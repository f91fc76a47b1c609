//! What a record may hold: finite numbers, and maps in the order of the file.
//!
//! JSON has no word for infinity or for what is no number, and a writer that turns them into
//! `null` without a word would hide them. A [`Finite`] cannot hold them: whoever makes a record
//! has to say what stands there instead.

use serde::de::{MapAccess, Visitor};
use serde::ser::SerializeMap;
use serde::{Deserialize, Deserializer, Serialize, Serializer};
use std::fmt;
use std::marker::PhantomData;

/// A finite number; zero has no sign.
#[derive(Clone, Copy, Debug, PartialEq, PartialOrd, Serialize, Deserialize)]
#[serde(try_from = "f64")]
pub struct Finite(f64);

impl Finite {
    /// The number, where it is finite.
    #[must_use]
    pub fn new(value: f64) -> Option<Self> {
        value.is_finite().then_some(Finite(value + 0.0))
    }

    /// A bound, rounded up to two digits, where it is finite.
    #[must_use]
    pub fn bound(value: f64) -> Option<Self> {
        Finite::new(crate::number::rounded_up(value))
    }

    /// The number.
    #[must_use]
    pub const fn value(self) -> f64 {
        self.0
    }
}

impl TryFrom<f64> for Finite {
    type Error = &'static str;

    fn try_from(value: f64) -> Result<Self, Self::Error> {
        Finite::new(value).ok_or("no finite number")
    }
}

/// A map from names to values in the order in which the file states them.
#[derive(Clone, Debug, Default, PartialEq)]
pub struct Ordered<T>(pub Vec<(String, T)>);

impl<T> Ordered<T> {
    /// Nothing.
    #[must_use]
    pub const fn none() -> Self {
        Ordered(Vec::new())
    }

    /// Whether it holds nothing.
    #[must_use]
    pub fn is_empty(&self) -> bool {
        self.0.is_empty()
    }

    /// The value of a name.
    #[must_use]
    pub fn named(&self, name: &str) -> Option<&T> {
        self.0
            .iter()
            .find(|(n, _)| n == name)
            .map(|(_, value)| value)
    }
}

impl<T: Serialize> Serialize for Ordered<T> {
    fn serialize<S: Serializer>(&self, serializer: S) -> Result<S::Ok, S::Error> {
        let mut map = serializer.serialize_map(Some(self.0.len()))?;
        for (name, value) in &self.0 {
            map.serialize_entry(name, value)?;
        }
        map.end()
    }
}

impl<'de, T: Deserialize<'de>> Deserialize<'de> for Ordered<T> {
    fn deserialize<D: Deserializer<'de>>(deserializer: D) -> Result<Self, D::Error> {
        deserializer.deserialize_map(InOrder(PhantomData))
    }
}

struct InOrder<T>(PhantomData<T>);

impl<'de, T: Deserialize<'de>> Visitor<'de> for InOrder<T> {
    type Value = Ordered<T>;

    fn expecting(&self, f: &mut fmt::Formatter<'_>) -> fmt::Result {
        f.write_str("a map from names to values")
    }

    fn visit_map<M: MapAccess<'de>>(self, mut map: M) -> Result<Self::Value, M::Error> {
        let mut entries = Vec::new();
        while let Some(entry) = map.next_entry()? {
            entries.push(entry);
        }
        Ok(Ordered(entries))
    }
}

#[cfg(test)]
mod tests {
    use super::*;

    #[test]
    fn only_finite_numbers_get_in() {
        assert_eq!(Finite::new(f64::NAN), None);
        assert_eq!(Finite::bound(f64::INFINITY), None);
        assert!(serde_json::from_str::<Finite>("1e999").is_err());
    }

    #[test]
    fn zero_has_no_sign() {
        assert_eq!(serde_json::to_string(&Finite::new(-0.0)).unwrap(), "0.0");
    }

    #[test]
    fn a_map_keeps_its_order() {
        let map = Ordered(vec![("zeta".to_owned(), 1), ("alpha".to_owned(), 2)]);
        let text = serde_json::to_string(&map).unwrap();
        assert_eq!(text, r#"{"zeta":1,"alpha":2}"#);
        assert_eq!(serde_json::from_str::<Ordered<i32>>(&text).unwrap(), map);
    }
}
§
Go through the listing above and return each line that includes the word "PhantomData".

TASK RESPONSE:
use std::marker::PhantomData;
        deserializer.deserialize_map(InOrder(PhantomData))
struct InOrder<T>(PhantomData<T>);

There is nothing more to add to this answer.